L_s＝L_b＝∑y_i·log x_i+(1-y_i)log(1-x_i)。

and S4, detecting the text in the scene image by using the fast scene text detection model which is obtained in the step S3 and is combined with the cavity convolution.

Claims

1. A fast scene text detection method fusing hole convolution specifically comprises the following steps:

s3, detecting a preliminary model of the established fast scene text of the fusion cavity convolution in the step S2 by using the training data set generated by the label in the step S1, and calculating a loss value by using a loss function to adjust parameters of the preliminary model to obtain the fast scene text detection model of the fusion cavity convolution;

2. The method according to claim 1, wherein step S1 is implemented by obtaining a training data set for text detection and performing label generation on the training data set, specifically performing label generation on the original labels of the public data sets ICDAR2015 and CTW 1500.

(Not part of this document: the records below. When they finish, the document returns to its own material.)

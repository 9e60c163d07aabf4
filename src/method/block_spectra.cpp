// SPDX-License-Identifier: GPL-3.0-or-later
#include "method/block_spectra.h"

#include <algorithm>
#include <boost/math/distributions/fisher_f.hpp>
#include <boost/math/distributions/non_central_chi_squared.hpp>
#include <cmath>
#include <numbers>

#include "signal/fft.h"

namespace kneeprint {
namespace {

constexpr int kNeighboursEachSide = 24;
// The median of n exponential variates is 48 % efficient for large n (asymptotic variance of the
// median, Kendall & Stuart vol. 1, from memory), which costs that share of the degrees of freedom.
constexpr double kMedianEfficiency = 0.48;
constexpr double kRayleigh95 = 2.4477468307;  // sqrt(-2 ln 0.05)

}  // namespace

BlockSpectra::BlockSpectra(const Waveform& take, const HoldLayout& hold, std::size_t stride,
                           std::size_t emptied)
    : bin_width_(take.rate.value() / static_cast<double>(hold.block)),
      stride_(stride),
      emptied_(emptied) {
  const double scale = 2.0 / static_cast<double>(hold.block);
  for (int k = 0; k < hold.blocks; ++k) {
    const std::size_t start = hold.first_block + hold.block * static_cast<std::size_t>(k);
    auto spectrum = forward_fft(std::span(take.samples).subspan(start, hold.block));
    for (auto& z : spectrum) z *= scale;
    spectrum.front() *= 0.5;
    spectra_.push_back(std::move(spectrum));
  }
}

BlockSpectra::Noise BlockSpectra::noise_around(std::size_t bin, int first) const {
  std::vector<double> powers;
  const auto top =
      static_cast<long>(bins()) - 2;  // the last bin may be Nyquist: real, half the power
  for (int side : {-1, 1}) {
    int taken = 0;
    for (long k = static_cast<long>(bin) + side * (1 + static_cast<long>(emptied_));
         k >= 1 && k <= top && taken < kNeighboursEachSide; k += side) {
      if (k % static_cast<long>(stride_) == 0) continue;
      ++taken;
      for (int b = first; b < blocks(); ++b) {
        powers.push_back(std::norm(at(b, static_cast<std::size_t>(k))));
      }
    }
  }
  if (powers.size() < 8) return {};
  const auto middle = powers.begin() + static_cast<long>(powers.size() / 2);
  std::nth_element(powers.begin(), middle, powers.end());
  // |Z|^2 of Gaussian noise is exponential with mean 2 sigma^2 and median 2 sigma^2 ln 2.
  return {std::sqrt(*middle / (2.0 * std::numbers::ln2)),
          2.0 * kMedianEfficiency * static_cast<double>(powers.size())};
}

Line BlockSpectra::mean(std::size_t bin, int first, const std::function<double(int)>& turn) const {
  const int count = blocks() - first;
  std::vector<std::complex<double>> turned;
  std::complex<double> sum = 0.0;
  for (int b = first; b < blocks(); ++b) {
    turned.push_back(at(b, bin) * std::polar(1.0, -turn(b)));
    sum += turned.back();
  }
  const std::complex<double> average = sum / static_cast<double>(count);
  double scatter = 0.0;
  for (const auto& z : turned) scatter += std::norm(z - average);
  const double scatter_dof = 2.0 * (count - 1);
  double variance = scatter / scatter_dof;
  double dof = scatter_dof;

  const Noise noise = noise_around(bin, first);
  if (noise.dof > 0.0 && noise.sigma > 0.0) {
    const double noise_variance = noise.sigma * noise.sigma;
    const double ratio_limit =
        boost::math::quantile(boost::math::fisher_f(scatter_dof, noise.dof), 0.999);
    if (variance <= ratio_limit * noise_variance) {
      variance = (scatter_dof * variance + noise.dof * noise_variance) / (scatter_dof + noise.dof);
      dof = scatter_dof + noise.dof;
    }
  }
  return {average, std::sqrt(variance / count), dof};
}

double BlockSpectra::band_power(int block, std::size_t low, std::size_t high) const {
  double sum = 0.0;
  for (std::size_t k = low; k <= high && k < bins(); ++k) sum += 0.5 * std::norm(at(block, k));
  return sum;
}

double noise_threshold(double u) { return kRayleigh95 * u; }

double amplitude_upper_limit(double read, double u) {
  if (u <= 0.0) return read;
  // Far above the noise a Rice variate is normal to u^2 / read.
  constexpr double kNormal = 1e3, kOneSided95 = 1.6448536269514722;
  if (read > kNormal * u) return read + kOneSided95 * u;
  const double normalised = (read / u) * (read / u);
  const double least = noise_threshold(u);
  // With amplitude nu, (read/u)^2 is non-central chi-square with 2 dof and non-centrality (nu/u)^2.
  // Below the 5 % point of noise alone no amplitude satisfies the condition; `least` stands then.
  if (normalised <= -2.0 * std::log(0.95)) return least;
  const double centrality =
      boost::math::non_central_chi_squared::find_non_centrality(2.0, normalised, 0.05);
  return std::max(least, u * std::sqrt(centrality));
}

}  // namespace kneeprint
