void MultitoneReading::add_scalars(Curves& out) const {
  PeriodicPower even{}, odd{};
  double second = 0.0, third = 0.0;
  for (const Band& b : bands_) {
    even += b.even;
    odd += b.odd;
    second += b.rig_second;
    third += b.rig_third;
  }
  PeriodicPower both = even;
  both += odd;

  const auto plain = [&](const std::string& figure, const Uncertain& power) {
    const PowerRatio ratio = in_decibels(power, tones_);
    ScalarPoint p = blank(figure, "dB");
    p.value = ratio.db;
    p.expanded_u = ratio.expanded_u_db;
    return p;
  };
  const Floor floor = floor_of(second, third);
  const Uncertain total = with_floor(both.total(), floor);
  const std::array parts{Contribution{total.u, total.dof}, Contribution{mains_.u, mains_.dof}};
  const Contribution c = combine(parts);
  out.scalars.push_back(plain("noise-plus-distortion", {total.value + mains_.value, c.u, c.dof}));
  out.scalars.push_back(distortion("distortion", both, floor));
  out.scalars.push_back(distortion("even-distortion", even, floor_of(second, 0.0)));
  out.scalars.push_back(distortion("odd-distortion", odd, floor_of(0.0, third)));
  out.scalars.push_back(plain("noise", both.noise()));
  out.scalars.push_back(plain("mains-multiples", mains_));
}

void MultitoneReading::add_bands(Curves& out) const {
  const double to_spl = listening_ - 10.0 * std::log10(tones_.value);
  std::vector<BandAudibility> audible;
  double rig_filled = 0.0;
  for (std::size_t i = 1; i <= kErbBands; ++i) {
    const Band& band = bands_[i];
    if (band.high.value() > static_cast<double>(high_) * width()) continue;
    const Hertz centre = frequency_of_erb_number(kFirstErb - 0.5 + static_cast<double>(i));
    const PeriodicPower power = band.both();
    const Floor floor = floor_of(band.rig_second, band.rig_third);
    const double threshold = masked_threshold(centre, heard_);

    const auto trace = [&](const std::string& name, Cell db, Cell u, Flag flag) {
      TracePoint t;
      t.method = "multitone";
      t.drive = drive_;
      t.unit = rig_.ret.unit;
      t.trace = name;
      t.x = centre.value();
      t.x_unit = "Hz";
      if (db) t.value = *db;
      t.value_unit = "dB SPL";
      t.expanded_u = u;
      t.flag = flag;
      out.traces.push_back(t);
    };
    const auto in_spl = [&](const Uncertain& p) {
      PowerRatio r = in_decibels(p, tones_);
      if (r.db) *r.db += listening_;
      return r;
    };
    const ScalarPoint read = distortion("", power, floor);
    trace("distortion", read.value ? Cell(*read.value + listening_) : Cell(), read.expanded_u,
          read.flag);
    const PowerRatio noise = in_spl(power.noise());
    trace("noise", noise.db, noise.expanded_u_db, take_flag_);
    const PowerRatio total = in_spl(with_floor(power.total(), floor));
    trace("noise-plus-distortion", total.db, total.expanded_u_db, take_flag_);
    trace("masked-threshold", threshold, std::nullopt, take_flag_);

    // Among so many bands one in twenty would show distortion that is noise: for fill, noise alone
    // exceeds the limit in any of them in 5 % of takes.
    const double masked = std::pow(10.0, (threshold - to_spl) / 10.0);
    const Uncertain periodic = with_floor(power.periodic(), floor);
    const double rig = floor.value_or(0.0);
    BandAudibility b{masked, periodic.value, periodic.u, 0.0, Flag::none};
    b.upper = std::pow(std::sqrt(power.upper_limit()) + rig, 2);
    if (!power.seen(kSeenChance / kErbBands)) {
      b.flag = Flag::noise;
    } else if (periodic.value <= rig * rig) {
      b.flag = Flag::floor;
    }
    audible.push_back(b);
    if (rig * rig >= masked) rig_filled += 1.0;
  }
  if (audible.empty()) return;

  const FillReading read = fill_of(audible);
  ScalarPoint fill = blank("fill", "%");
  fill.state = fmt::format("{} dB SPL", listening_);
  fill.value = read.percent;
  fill.expanded_u = read.expanded_u;
  if (second_ && third_) fill.floor = 100.0 * rig_filled / static_cast<double>(audible.size());
  const std::array flags{take_flag_, read.flag};
  fill.flag = gravest(flags);
  out.scalars.push_back(fill);
  ScalarPoint level = blank("listening-level", "dB SPL");
  level.state = fill.state;
  level.value = listening_;
  level.flag = Flag::none;
  out.scalars.push_back(level);
}

TakeVerdict MultitoneReading::read(Curves& out) {
  find_reach();
  follow_drift();
  const Settled settled = settle();
  first_ = settled.first;
  TakeVerdict verdict;
  verdict.settled = settled.settled;
  verdict.clipped = reaches_full_scale(take_.response, layout_);
  const std::array flags{take_flag_, settled.settled ? Flag::none : Flag::unsteady,
                         verdict.clipped ? Flag::clipped : Flag::none};
  take_flag_ = gravest(flags);
  sort_bins();
  read_tones();
  read_drive();
  // Silence, or a unit that passes nothing: there is nothing to refer a figure to.
  if (!(tones_.value > kLeastOverNoise * kLeastOverNoise * noise_in_tones_)) {
    ScalarPoint p = blank("noise-plus-distortion", "dB");
    p.flag = Flag::noise;
    out.scalars.push_back(p);
    return verdict;
  }
  read_floor();
  add_scalars(out);
  add_bands(out);
  return verdict;
}

TakeVerdict read(const TakeSpec& spec, const TakeData& take, const RigView& rig, Curves& out) {
  return MultitoneReading(spec, take, rig).read(out);
}

}  // namespace

Method multitone() {
  return {"multitone",
          "multitone and fill",
          "Glasberg & Moore 1990 (bands); Pintelon & Schoukens 2012 (odd multitone)",
          Placement::every_rung,
          {.id = "multitone", .listening = true},
          first_hold_blocks,
          block_length,
          stimulus,
          read,
          nullptr};
}

}  // namespace kneeprint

3. The method for detecting the fast scene text fused with the hole convolution according to claim 1, wherein the preliminary model for detecting the fast scene text fused with the hole convolution in step S2 includes a lightweight feature extraction module, a hole convolution module and a differentiable binarization module, and specifically, the lightweight feature extraction module adopts EfficientNet-b3 as a main network to extract features of an input image to construct a pyramid network structure; the feature fusion layer is added with the hole convolution module; and the feature fusion module fuses the two parts of features and then connects the two parts of features with the differentiable binarization module.

4. The method according to claim 1, wherein the training data set generated in step S1 is used to detect the preliminary model of the fast scene text detection of the fusion hole convolution established in step S2 in step S3, and a loss function is used to calculate a loss value to adjust parameters of the preliminary model to obtain the fast scene text detection model of the fusion hole convolution, and the following steps are specifically adopted to train and obtain the text detection model:

and S3.4, predicting the probability map (P) and the threshold map (T) by the fused feature map generated in the step S3.3, combining the probability map and the threshold map by using a differentiable binarization module to obtain an approximate binary map (B), adaptively predicting the threshold value of each position in the image, and forming a boundary box for obtaining a text region from the approximate binary map B through the boundary box in an inference stage.

5. The method for fast detecting the scene text fused with the hole convolution according to claim 4, wherein the following formula is adopted as a prediction loss function when the probability map (P) and the threshold map (T) are predicted in step S3.4:

L＝L_s+α×L_b+β×L_t

L_s＝L_b＝∑y_i·log x_i+(1-y_i)log(1-x_i) 。